_WHAT THE TASK ASKS_
When you reach the line with "at its lowest" in the data below, begin printing lines exactly, and stop once the line with "states.Add(e ? 1 : 0);" has been printed.

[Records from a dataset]
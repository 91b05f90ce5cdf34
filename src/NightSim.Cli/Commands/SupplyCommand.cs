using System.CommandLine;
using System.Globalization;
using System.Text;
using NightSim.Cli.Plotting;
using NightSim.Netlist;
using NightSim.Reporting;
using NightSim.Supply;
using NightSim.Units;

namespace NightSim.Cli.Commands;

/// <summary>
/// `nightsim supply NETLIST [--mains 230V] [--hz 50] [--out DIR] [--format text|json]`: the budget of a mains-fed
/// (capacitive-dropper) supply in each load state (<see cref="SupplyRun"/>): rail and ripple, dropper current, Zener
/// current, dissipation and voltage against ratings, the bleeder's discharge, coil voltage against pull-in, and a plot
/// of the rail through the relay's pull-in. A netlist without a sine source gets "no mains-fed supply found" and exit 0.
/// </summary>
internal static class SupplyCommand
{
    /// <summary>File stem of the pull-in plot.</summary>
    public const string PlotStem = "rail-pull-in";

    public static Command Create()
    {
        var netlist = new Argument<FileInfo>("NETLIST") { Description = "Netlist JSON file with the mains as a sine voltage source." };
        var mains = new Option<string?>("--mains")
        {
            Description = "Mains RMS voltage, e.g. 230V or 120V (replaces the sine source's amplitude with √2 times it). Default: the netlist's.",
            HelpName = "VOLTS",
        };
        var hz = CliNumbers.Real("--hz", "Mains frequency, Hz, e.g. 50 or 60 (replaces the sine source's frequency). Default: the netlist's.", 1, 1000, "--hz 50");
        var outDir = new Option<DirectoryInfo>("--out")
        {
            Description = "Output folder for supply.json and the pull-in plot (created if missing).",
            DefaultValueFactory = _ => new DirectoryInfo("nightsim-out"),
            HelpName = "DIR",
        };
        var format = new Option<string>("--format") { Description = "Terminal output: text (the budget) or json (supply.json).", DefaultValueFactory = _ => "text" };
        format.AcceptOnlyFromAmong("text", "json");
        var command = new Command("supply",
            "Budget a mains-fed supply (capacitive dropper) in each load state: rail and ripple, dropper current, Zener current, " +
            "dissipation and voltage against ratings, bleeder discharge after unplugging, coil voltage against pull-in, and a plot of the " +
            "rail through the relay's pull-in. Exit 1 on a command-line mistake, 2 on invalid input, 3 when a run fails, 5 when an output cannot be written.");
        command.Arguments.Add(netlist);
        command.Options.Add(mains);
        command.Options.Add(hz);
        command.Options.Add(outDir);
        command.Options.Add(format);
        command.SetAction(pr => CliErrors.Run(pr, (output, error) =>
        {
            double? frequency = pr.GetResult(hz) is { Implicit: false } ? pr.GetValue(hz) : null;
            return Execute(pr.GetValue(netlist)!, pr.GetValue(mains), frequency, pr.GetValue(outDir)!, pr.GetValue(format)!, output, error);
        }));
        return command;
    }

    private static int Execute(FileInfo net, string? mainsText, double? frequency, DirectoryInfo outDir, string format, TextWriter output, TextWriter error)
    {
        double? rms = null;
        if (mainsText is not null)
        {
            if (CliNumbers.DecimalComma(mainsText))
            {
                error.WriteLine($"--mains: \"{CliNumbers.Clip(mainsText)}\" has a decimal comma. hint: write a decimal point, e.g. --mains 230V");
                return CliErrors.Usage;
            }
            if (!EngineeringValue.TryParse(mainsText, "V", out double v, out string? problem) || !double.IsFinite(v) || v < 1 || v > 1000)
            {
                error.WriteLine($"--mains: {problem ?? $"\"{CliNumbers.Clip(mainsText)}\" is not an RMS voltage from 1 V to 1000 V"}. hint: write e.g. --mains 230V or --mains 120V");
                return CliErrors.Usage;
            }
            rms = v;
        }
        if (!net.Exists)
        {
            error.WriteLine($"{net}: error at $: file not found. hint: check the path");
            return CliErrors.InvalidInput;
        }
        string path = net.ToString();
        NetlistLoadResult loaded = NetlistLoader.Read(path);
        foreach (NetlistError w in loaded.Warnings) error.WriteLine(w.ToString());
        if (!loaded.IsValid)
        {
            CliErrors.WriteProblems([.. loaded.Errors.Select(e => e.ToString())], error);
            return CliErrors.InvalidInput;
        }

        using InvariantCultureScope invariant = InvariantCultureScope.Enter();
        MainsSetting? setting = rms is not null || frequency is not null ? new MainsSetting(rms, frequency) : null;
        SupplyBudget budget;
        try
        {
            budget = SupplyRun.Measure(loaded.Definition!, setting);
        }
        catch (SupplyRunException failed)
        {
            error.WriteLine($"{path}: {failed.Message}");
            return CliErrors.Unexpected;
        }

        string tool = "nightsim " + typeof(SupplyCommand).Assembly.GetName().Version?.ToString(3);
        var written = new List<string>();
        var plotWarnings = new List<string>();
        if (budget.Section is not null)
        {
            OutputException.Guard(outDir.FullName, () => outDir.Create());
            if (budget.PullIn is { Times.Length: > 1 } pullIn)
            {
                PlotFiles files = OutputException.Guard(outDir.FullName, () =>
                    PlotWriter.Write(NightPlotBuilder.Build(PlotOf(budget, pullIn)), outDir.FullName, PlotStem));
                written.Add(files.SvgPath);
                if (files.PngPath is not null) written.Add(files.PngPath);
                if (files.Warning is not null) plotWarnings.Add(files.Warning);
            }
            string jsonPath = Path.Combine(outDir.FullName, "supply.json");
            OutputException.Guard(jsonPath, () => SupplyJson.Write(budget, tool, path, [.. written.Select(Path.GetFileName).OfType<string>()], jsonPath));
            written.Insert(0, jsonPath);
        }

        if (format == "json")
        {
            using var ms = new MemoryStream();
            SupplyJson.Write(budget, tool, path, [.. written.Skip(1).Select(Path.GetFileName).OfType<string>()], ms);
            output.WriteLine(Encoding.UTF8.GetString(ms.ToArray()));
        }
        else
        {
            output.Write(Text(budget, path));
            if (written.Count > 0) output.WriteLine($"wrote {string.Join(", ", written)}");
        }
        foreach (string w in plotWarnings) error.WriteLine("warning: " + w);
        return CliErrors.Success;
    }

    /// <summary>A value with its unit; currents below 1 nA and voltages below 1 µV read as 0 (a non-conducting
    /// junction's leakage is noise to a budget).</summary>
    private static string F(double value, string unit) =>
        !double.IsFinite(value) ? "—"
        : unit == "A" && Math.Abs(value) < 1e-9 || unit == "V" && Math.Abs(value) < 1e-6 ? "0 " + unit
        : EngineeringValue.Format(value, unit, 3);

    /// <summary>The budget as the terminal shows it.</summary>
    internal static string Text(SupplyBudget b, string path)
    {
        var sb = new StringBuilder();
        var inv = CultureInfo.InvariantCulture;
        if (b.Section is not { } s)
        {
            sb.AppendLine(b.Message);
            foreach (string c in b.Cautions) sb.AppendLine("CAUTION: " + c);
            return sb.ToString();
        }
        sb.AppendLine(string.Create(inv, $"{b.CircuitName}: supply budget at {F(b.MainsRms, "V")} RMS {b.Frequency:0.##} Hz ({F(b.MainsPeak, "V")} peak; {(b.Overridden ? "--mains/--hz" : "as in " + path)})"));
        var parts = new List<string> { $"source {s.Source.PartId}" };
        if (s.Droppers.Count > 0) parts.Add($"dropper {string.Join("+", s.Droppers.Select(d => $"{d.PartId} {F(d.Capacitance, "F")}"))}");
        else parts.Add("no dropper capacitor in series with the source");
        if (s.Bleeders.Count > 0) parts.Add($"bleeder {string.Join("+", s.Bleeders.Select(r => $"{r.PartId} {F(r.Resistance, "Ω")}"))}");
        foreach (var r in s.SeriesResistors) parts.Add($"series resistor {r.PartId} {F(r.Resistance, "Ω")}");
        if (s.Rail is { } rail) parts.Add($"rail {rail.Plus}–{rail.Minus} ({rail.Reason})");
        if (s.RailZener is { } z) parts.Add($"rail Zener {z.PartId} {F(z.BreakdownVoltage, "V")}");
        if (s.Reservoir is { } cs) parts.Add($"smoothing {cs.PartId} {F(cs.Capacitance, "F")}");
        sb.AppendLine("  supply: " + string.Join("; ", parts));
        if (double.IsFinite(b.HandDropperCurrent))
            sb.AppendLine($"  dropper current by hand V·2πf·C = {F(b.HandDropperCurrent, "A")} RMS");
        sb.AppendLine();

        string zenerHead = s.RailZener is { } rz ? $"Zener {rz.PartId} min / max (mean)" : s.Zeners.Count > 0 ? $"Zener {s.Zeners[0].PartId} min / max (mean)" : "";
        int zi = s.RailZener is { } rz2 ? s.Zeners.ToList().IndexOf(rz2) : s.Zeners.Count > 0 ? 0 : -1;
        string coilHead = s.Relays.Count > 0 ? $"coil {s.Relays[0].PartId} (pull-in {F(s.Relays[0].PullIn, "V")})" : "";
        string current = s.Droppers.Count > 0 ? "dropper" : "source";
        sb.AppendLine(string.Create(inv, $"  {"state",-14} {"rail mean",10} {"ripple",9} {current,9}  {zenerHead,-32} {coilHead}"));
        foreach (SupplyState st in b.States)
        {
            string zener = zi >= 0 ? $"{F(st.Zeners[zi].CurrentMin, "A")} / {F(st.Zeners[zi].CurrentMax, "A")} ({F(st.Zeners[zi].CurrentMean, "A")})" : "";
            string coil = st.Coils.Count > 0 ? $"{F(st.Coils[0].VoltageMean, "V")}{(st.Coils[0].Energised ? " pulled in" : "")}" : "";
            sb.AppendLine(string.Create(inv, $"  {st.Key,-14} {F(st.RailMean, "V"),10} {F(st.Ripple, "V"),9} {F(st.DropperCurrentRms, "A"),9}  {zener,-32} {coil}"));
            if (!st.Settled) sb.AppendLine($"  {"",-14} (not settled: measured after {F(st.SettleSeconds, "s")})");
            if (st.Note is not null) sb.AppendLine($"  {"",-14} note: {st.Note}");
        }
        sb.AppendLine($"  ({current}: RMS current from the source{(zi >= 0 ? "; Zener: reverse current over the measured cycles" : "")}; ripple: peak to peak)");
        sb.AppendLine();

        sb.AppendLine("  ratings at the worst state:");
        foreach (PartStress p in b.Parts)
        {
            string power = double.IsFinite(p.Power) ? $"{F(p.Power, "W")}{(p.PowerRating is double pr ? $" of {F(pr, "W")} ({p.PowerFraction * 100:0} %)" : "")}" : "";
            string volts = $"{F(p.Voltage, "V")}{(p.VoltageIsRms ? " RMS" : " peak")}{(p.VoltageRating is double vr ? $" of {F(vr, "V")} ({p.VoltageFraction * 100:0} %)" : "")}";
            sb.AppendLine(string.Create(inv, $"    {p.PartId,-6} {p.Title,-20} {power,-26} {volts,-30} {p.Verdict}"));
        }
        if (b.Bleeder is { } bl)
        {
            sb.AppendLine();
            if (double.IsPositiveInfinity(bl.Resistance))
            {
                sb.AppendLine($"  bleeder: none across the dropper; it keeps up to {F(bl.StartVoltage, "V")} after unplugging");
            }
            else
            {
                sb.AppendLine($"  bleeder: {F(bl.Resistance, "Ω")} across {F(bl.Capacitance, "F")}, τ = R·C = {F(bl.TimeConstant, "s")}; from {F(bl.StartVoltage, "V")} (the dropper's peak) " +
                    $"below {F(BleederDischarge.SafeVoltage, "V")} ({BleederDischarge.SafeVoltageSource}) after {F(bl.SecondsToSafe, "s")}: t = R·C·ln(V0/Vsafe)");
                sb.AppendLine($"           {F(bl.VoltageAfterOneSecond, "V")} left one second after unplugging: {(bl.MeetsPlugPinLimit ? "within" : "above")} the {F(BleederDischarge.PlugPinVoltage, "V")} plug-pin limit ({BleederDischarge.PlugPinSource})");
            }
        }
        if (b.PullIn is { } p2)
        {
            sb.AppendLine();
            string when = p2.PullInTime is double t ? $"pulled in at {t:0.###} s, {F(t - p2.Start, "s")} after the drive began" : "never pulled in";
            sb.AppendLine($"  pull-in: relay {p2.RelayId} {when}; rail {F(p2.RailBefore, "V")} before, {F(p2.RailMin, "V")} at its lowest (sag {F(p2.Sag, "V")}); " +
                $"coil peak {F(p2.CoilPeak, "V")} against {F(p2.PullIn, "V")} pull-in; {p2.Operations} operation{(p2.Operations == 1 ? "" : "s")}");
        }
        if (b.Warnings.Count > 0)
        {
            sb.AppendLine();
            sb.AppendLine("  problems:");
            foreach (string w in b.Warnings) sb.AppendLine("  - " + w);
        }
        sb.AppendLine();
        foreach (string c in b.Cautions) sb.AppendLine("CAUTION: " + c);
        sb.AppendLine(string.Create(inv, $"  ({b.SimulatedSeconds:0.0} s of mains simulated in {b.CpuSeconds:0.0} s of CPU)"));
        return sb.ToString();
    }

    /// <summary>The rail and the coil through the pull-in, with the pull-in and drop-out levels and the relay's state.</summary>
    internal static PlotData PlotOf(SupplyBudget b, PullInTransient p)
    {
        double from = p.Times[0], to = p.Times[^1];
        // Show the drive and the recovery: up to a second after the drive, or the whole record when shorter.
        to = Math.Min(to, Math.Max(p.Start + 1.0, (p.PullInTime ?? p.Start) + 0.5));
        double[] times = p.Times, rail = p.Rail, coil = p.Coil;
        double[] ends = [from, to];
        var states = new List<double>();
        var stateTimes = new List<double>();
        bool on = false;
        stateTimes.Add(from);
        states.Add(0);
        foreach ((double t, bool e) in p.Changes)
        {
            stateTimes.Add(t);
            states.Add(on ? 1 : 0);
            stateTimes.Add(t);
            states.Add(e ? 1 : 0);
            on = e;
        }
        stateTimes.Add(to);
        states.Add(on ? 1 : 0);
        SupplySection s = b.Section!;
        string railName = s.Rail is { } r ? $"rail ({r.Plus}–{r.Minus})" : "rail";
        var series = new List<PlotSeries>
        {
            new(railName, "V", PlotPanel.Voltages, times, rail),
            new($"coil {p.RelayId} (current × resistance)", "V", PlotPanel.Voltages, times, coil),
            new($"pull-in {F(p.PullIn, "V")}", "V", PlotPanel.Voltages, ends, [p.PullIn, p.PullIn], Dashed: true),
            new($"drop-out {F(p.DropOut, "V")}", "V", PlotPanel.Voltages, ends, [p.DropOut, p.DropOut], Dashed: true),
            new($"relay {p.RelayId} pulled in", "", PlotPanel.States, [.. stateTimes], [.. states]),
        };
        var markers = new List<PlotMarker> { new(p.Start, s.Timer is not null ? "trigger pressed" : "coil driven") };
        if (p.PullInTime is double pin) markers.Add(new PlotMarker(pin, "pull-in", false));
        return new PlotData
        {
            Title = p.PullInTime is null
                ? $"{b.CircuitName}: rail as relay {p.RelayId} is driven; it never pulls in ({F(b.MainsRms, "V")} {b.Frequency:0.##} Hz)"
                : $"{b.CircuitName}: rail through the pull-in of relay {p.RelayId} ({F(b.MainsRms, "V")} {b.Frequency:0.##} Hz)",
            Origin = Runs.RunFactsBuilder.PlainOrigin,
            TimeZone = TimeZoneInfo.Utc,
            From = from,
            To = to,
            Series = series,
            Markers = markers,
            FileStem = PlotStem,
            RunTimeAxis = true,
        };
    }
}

_THE ANSWER_
            sb.AppendLine($"  pull-in: relay {p2.RelayId} {when}; rail {F(p2.RailBefore, "V")} before, {F(p2.RailMin, "V")} at its lowest (sag {F(p2.Sag, "V")}); " +
                $"coil peak {F(p2.CoilPeak, "V")} against {F(p2.PullIn, "V")} pull-in; {p2.Operations} operation{(p2.Operations == 1 ? "" : "s")}");
        }
        if (b.Warnings.Count > 0)
        {
            sb.AppendLine();
            sb.AppendLine("  problems:");
            foreach (string w in b.Warnings) sb.AppendLine("  - " + w);
        }
        sb.AppendLine();
        foreach (string c in b.Cautions) sb.AppendLine("CAUTION: " + c);
        sb.AppendLine(string.Create(inv, $"  ({b.SimulatedSeconds:0.0} s of mains simulated in {b.CpuSeconds:0.0} s of CPU)"));
        return sb.ToString();
    }

    /// <summary>The rail and the coil through the pull-in, with the pull-in and drop-out levels and the relay's state.</summary>
    internal static PlotData PlotOf(SupplyBudget b, PullInTransient p)
    {
        double from = p.Times[0], to = p.Times[^1];
        // Show the drive and the recovery: up to a second after the drive, or the whole record when shorter.
        to = Math.Min(to, Math.Max(p.Start + 1.0, (p.PullInTime ?? p.Start) + 0.5));
        double[] times = p.Times, rail = p.Rail, coil = p.Coil;
        double[] ends = [from, to];
        var states = new List<double>();
        var stateTimes = new List<double>();
        bool on = false;
        stateTimes.Add(from);
        states.Add(0);
        foreach ((double t, bool e) in p.Changes)
        {
            stateTimes.Add(t);
            states.Add(on ? 1 : 0);
            stateTimes.Add(t);
            states.Add(e ? 1 : 0);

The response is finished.